Nice spot you got there! Awesome fish!


----------



## Cat Man (Apr 9, 2007)

What a day. Nice fish


----------



## rguitar87 (May 15, 2013)

Man, those are some gorgeous smallies.


----------



## Dandrews (Oct 10, 2010)

This might have been one of my longest days at work, ever. I'll be buying a helicopter or a jet pack soon. Nice looking fish!!


----------



## Crawdude (Feb 6, 2013)

Wow! That's a huge payoff for figuring out access to water you guys have been eyeing for a year. Well done!


Posted using Outdoor Hub Campfire


----------



## gibson330usa (May 15, 2012)

Job well done, you did your homework and it paid off. Now how are you going to top yourself next week? I and many others will be tuned in to find out.


----------



## Hezzer (Feb 26, 2012)

I always enjoy your reports and photos, another very nice day of fishing!


----------



## Matulemj (May 29, 2012)

There's this guy on OGF named Matulemj, that I hear, if you take him out fishing, he brings beers and snickers of the peanut butter variety. Just sayin'.
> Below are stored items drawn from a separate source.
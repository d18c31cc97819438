package model

import "math"

// modesMarch steps a smooth field in the modes of a linear problem close to its own: constant properties in the middle of those that occur,
// and films as steep as the surfaces are now. What they decay by is exact in time; only what is left over of the properties and the surfaces
// is stepped: by the second-order exponential scheme ETD2RK (Cox & Matthews 2002, J. Comput. Phys. 176:430-455), corrected once with the
// parabola in time through what was left over at the start of the step before, at the start and at the end, whose correction is the estimate
// of the error. The unknown is the heat content over the middle heat capacity, a temperature in all but name, so that heat is conserved
// whatever the steps.
type modesMarch struct {
	*spaceMarch
	tolK float64 // how far the cubics of the track may lie off between two instants, K
	mem  slab    // for what lasts a step of the chain

	// The linear problem.
	rhoC, k  float64       // the middle ones, J/(m³·K), W/(m·K)
	films    [3][2]float64 // W/(m²·K), by axis and face
	decay    [3][]float64  // by axis, 1/s
	rate     []float64     // by mode, 1/s
	to, from [3][]float64  // n×n, by axis: values at the nodes in modes and back
	reacts   bool          // a film is not constant
	changes  bool          // a medium changes in the step
	wide     bool          // a face is steep in one place and flat in another: no film comes near both
	onHeld   []bool        // by node: it lies on a face that is kept at its medium

	// A step from tn to tn+d, in the letters of the scheme: states u, in modes, K, and N, what is left over of their rates, K/s.
	c, n0          []float64 // u(tn) and N(u, tn)
	a, na          []float64 // a(n), the first look at the end, and N(a, tn+d)
	next, n1       []float64 // u(tn+d) and its N
	e, p1, p2, p3  []float64 // by mode: exp(−rate·d) and d·φ1, d·φ2, d·φ3, see phis
	end, more      []float64 // at the nodes: the end before it was corrected, and the correction, K
	before         []float64 // N at the start of the step before
	bend           []float64 // half the second slope of N in time, K/s³
	length, tau    float64   // d of the last try, s, and its end from the start of the step of the chain, s
	lastS          float64   // length of the step before, s; 0: there is none in these modes
	savedAt        float64   // s into the step of the chain
	turned         bool      // the step begins at a corner of a course
	x, y, z, nodal []float64
	face, faceWas  [3][2][]float64 // where a medium changes: what stands at the faces at the start of this step and of the step before

	// The track.
	look [3][]float64 // by axis: the rows of from of every other node from the face on
	seen []int        // the nodes that these rows give
	rows [][]float64  // instants on the way, by depth
}

// keptW stands for a face that is kept at its medium, W/(m²·K): it stays within a thousandth of a degree of it soon after the start.
const keptW = 1e7

func newModesMarch(m *spaceMarch, tolK float64) *modesMarch {
	f := &modesMarch{spaceMarch: m, tolK: tolK}
	f.mem.wide = 1
	for _, s := range []*[]float64{&f.c, &f.n0, &f.a, &f.na, &f.next, &f.n1, &f.e, &f.p1, &f.p2, &f.p3, &f.before, &f.bend, &f.end, &f.more, &f.x, &f.y, &f.z, &f.nodal} {
		*s = make([]float64, m.n)
	}
	f.onHeld = make([]bool, m.n)
	f.everyOther()
	return f
}

// everyOther chooses the nodes at which the track is held to the march on the way: every other one of an axis, faces among them.
func (m *modesMarch) everyOther() {
	var on [3][]int
	for a, ax := range m.axes {
		for i := 0; i < ax.n; i++ {
			if (ax.n-1-i)%2 == 0 || i == 0 && ax.face[0] > 0 {
				on[a] = append(on[a], i)
			}
		}
		m.look[a] = make([]float64, len(on[a])*ax.n)
	}
	for _, i := range on[0] {
		for _, j := range on[1] {
			for _, k := range on[2] {
				m.seen = append(m.seen, (i*m.axes[1].n+j)*m.axes[2].n+k)
			}
		}
	}
}

// surround chooses the linear problem of a step.
func (m *modesMarch) surround(skins func(*Face) *skin) {
	m.leave()
	m.spaceMarch.surround(skins)
	low, high := m.spaceMarch.span()
	for a := range m.skins {
		for _, s := range m.skins[a] {
			if s != nil && !s.insulated {
				l, h := s.mediumRange()
				low, high = min(low, l), max(high, h)
			}
		}
	}
	m.middle(low, high)
	m.reacts, m.changes = false, false
	clear(m.onHeld)
	for a := range m.skins {
		for side, s := range m.skins[a] {
			if s != nil && s.held {
				for _, i := range m.spots[a][side] {
					m.onHeld[i] = true
				}
			}
			if s != nil && !s.insulated {
				m.reacts = m.reacts || !s.held && !s.linear
				m.changes = m.changes || len(s.course.y) > 1
				s.seen(len(m.spots[a][side]))
			}
		}
	}
	m.linearize(0)
}

// leave takes the state out of the modes.
func (m *modesMarch) leave() {
	if m.rhoC > 0 {
		m.nodes(m.c, m.nodal)
		for i, v := range m.nodal {
			m.h[i] = v * m.rhoC
		}
	}
}

// alone and one are the decay and the matrix of an axis without extent.
var alone, one = []float64{0}, []float64{1}

// linearize makes the modes of films as steep as the surfaces are tau s into the step, and brings the state into them.
func (m *modesMarch) linearize(tau float64) {
	m.wide = false
	m.mem.free = m.mem.all
	for a, ax := range m.axes {
		if ax.n == 1 {
			m.decay[a], m.to[a], m.from[a] = alone, one, one
			continue
		}
		for side, s := range m.skins[a] {
			m.films[a][side] = 0
			if s != nil && !s.insulated {
				m.films[a][side] = m.steepness(a, side, tau)
			}
		}
		m.decay[a], m.to[a], m.from[a] = ax.modes(&m.mem, m.k/m.rhoC, [2]float64{m.films[a][0] / m.rhoC, m.films[a][1] / m.rhoC})
	}
	m.lookAgain()
	m.rate = m.rate[:0]
	for _, p := range m.decay[0] {
		for _, q := range m.decay[1] {
			for _, r := range m.decay[2] {
				m.rate = append(m.rate, p+q+r)
			}
		}
	}
	for i, h := range m.h {
		m.nodal[i] = h / m.rhoC
	}
	m.modes(m.nodal, m.c)
}

// modes solves an axis with a diffusivity, m²/s, and films over heat capacities, m/s: the rates of decay, 1/s, and the matrices that take
// values at the nodes into modes and back. Scaled by the roots of the weights the problem is symmetric.
func (a *spaceAxis) modes(mem *slab, alpha float64, films [2]float64) (decay, to, from []float64) {
	n := a.n
	sym := mem.take(n * n)
	alpha *= a.perR2
	for i, k := range a.poly.sym {
		sym[i] = alpha * k
	}
	sym[0] += films[0] * a.face[0]
	sym[n*n-1] += films[1] * a.face[1]
	decay, v := eigen(mem, n, sym)
	to, from = mem.take(n*n), mem.take(n*n)
	for i := 0; i < n; i++ {
		decay[i] = max(0, decay[i])
		for j, root := range a.poly.root {
			to[i*n+j] = v[i*n+j] * root
			from[j*n+i] = v[i*n+j] / root
		}
	}
	return decay, to, from
}

// leastSteep is how steep a film must be by the steepest place of its face: what is left over there would run away from half on.
const leastSteep = 0.55

// steepness is how steep the film of a face is to be now, W/(m²·K): in the middle of the slopes of the flux on it, so that as little as
// possible is left over where it is steepest, mostly at an edge, and where it is flattest. Edges of faces that are kept at their media do not
// count: they stay there however steep it is.
func (m *modesMarch) steepness(a, side int, tau float64) float64 {
	s := m.skins[a][side]
	switch {
	case s.held:
		return keptW
	case s.linear:
		return s.totalW
	}
	least, most := math.Inf(1), 0.0
	for _, i := range m.spots[a][side] {
		if m.onHeld[i] {
			continue
		}
		_, d := s.flux(m.law.temperature(m.h[i]), tau)
		least, most = min(least, -d), max(most, -d)
	}
	if least < (2*leastSteep-1)*most {
		m.wide = true
	}
	return max((least+most)/2, leastSteep*most)
}

// A linear problem is left for a new one when a surface is steeper or flatter than its film by these factors: what is left over would grow
// and with it the number of steps.
const tooSteep, tooFlat = 1.25, 0.75

// drifts tells whether the surfaces have left the linear problem, tau s into the step; m.h holds the state.
func (m *modesMarch) drifts(tau float64) bool {
	for a := range m.axes {
		for side, s := range m.skins[a] {
			if s == nil || s.insulated || s.held || s.linear {
				continue
			}
			if d := m.steepness(a, side, tau); d > tooSteep*m.films[a][side] || d < tooFlat*m.films[a][side] {
				return true
			}
		}
	}
	return false
}

// middle chooses the properties of the linear problem for temperatures between low and high.
func (m *modesMarch) middle(low, high float64) {
	from, to := m.law.heat(low), m.law.heat(high)
	m.rhoC = (to - from) / (high - low)
	if high-low < 1e-6 {
		_, _, dt, _ := m.law.at(from)
		m.rhoC = 1 / dt
	}
	least, most := math.Inf(1), 0.0
	for i := 0; i <= 32; i++ {
		_, _, _, du := m.law.at(from + (to-from)*float64(i)/32)
		least, most = min(least, du), max(most, du)
	}
	m.k = (least + most) / 2 * m.rhoC
}

// lookAgain fills look.
func (m *modesMarch) lookAgain() {
	for a, ax := range m.axes {
		n, rows := ax.n, len(m.look[a])/ax.n
		for r := rows - 1; r >= 0; r-- {
			i := max(0, n-1-2*(rows-1-r))
			copy(m.look[a][r*n:(r+1)*n], m.from[a][i*n:(i+1)*n])
		}
	}
}

// along applies one matrix by axis.
func (m *modesMarch) along(by *[3][]float64, in, out []float64) {
	byAxes(by, [3]int{m.axes[0].n, m.axes[1].n, m.axes[2].n}, in, m.x, m.y, out)
}

func (m *modesMarch) modes(nodal, out []float64) { m.along(&m.to, nodal, out) }
func (m *modesMarch) nodes(modes, out []float64) { m.along(&m.from, modes, out) }

// firstS is a length for the first step after a change, s: what is left over has hardly begun to change.
func (m *modesMarch) firstS() float64 { return 1 }

func (m *modesMarch) span() (low, high float64) {
	if m.rhoC == 0 {
		return m.spaceMarch.span()
	}
	m.nodes(m.c, m.nodal)
	low, high = math.Inf(1), math.Inf(-1)
	for _, v := range m.nodal {
		low, high = min(low, v), max(high, v)
	}
	return m.law.temperature(low * m.rhoC), m.law.temperature(high * m.rhoC)
}

// save puts heat contents aside and not modes: a surface may lead to those of another linear problem before they are wanted again.
func (m *modesMarch) save(tau float64) {
	m.leave()
	m.spaceMarch.save(tau)
	m.savedAt = tau
}

func (m *modesMarch) restore() {
	m.spaceMarch.restore()
	m.linearize(m.savedAt)
	m.begin(m.savedAt)
}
Posted using Outdoor Hub Campfire


----------



## deltaoscar (Apr 4, 2009)

Well, let me first say OSG ain't tellin' no fish tales. That was the best day I've had fishing these parts.

I also took the day off and had planned on meeting OSG at this spot, but there was some confusion on my part. I didn't realize he had also taken the day off. I thought we were going to meet up in the early afternoon. So I woke up at the crack of dawn [in Denver] and started getting my stuff ready for the big fishin' trip. An hour or two go by and I'm thinkin' "Maybe I'll just head there and get a head start on OSG." [Evil snicker]. As I'm driving there I get a text from him asking if I'm fishing today? I replied, "Yes, I'm heading there now.". He replied, nonchalantly, "Oh, Okay I just caught a 19" smallie and a carp as big as my leg."

Son of a...

So I get there and yes, I measured the 14" smallie, but in my defense I like to measure all my fish, even the dinks, not saying that a 14 incher is a dink. I just like to keep a detailed log of every fish I catch, even the dinks. It's just part of my obsession. Move on nothing to see here.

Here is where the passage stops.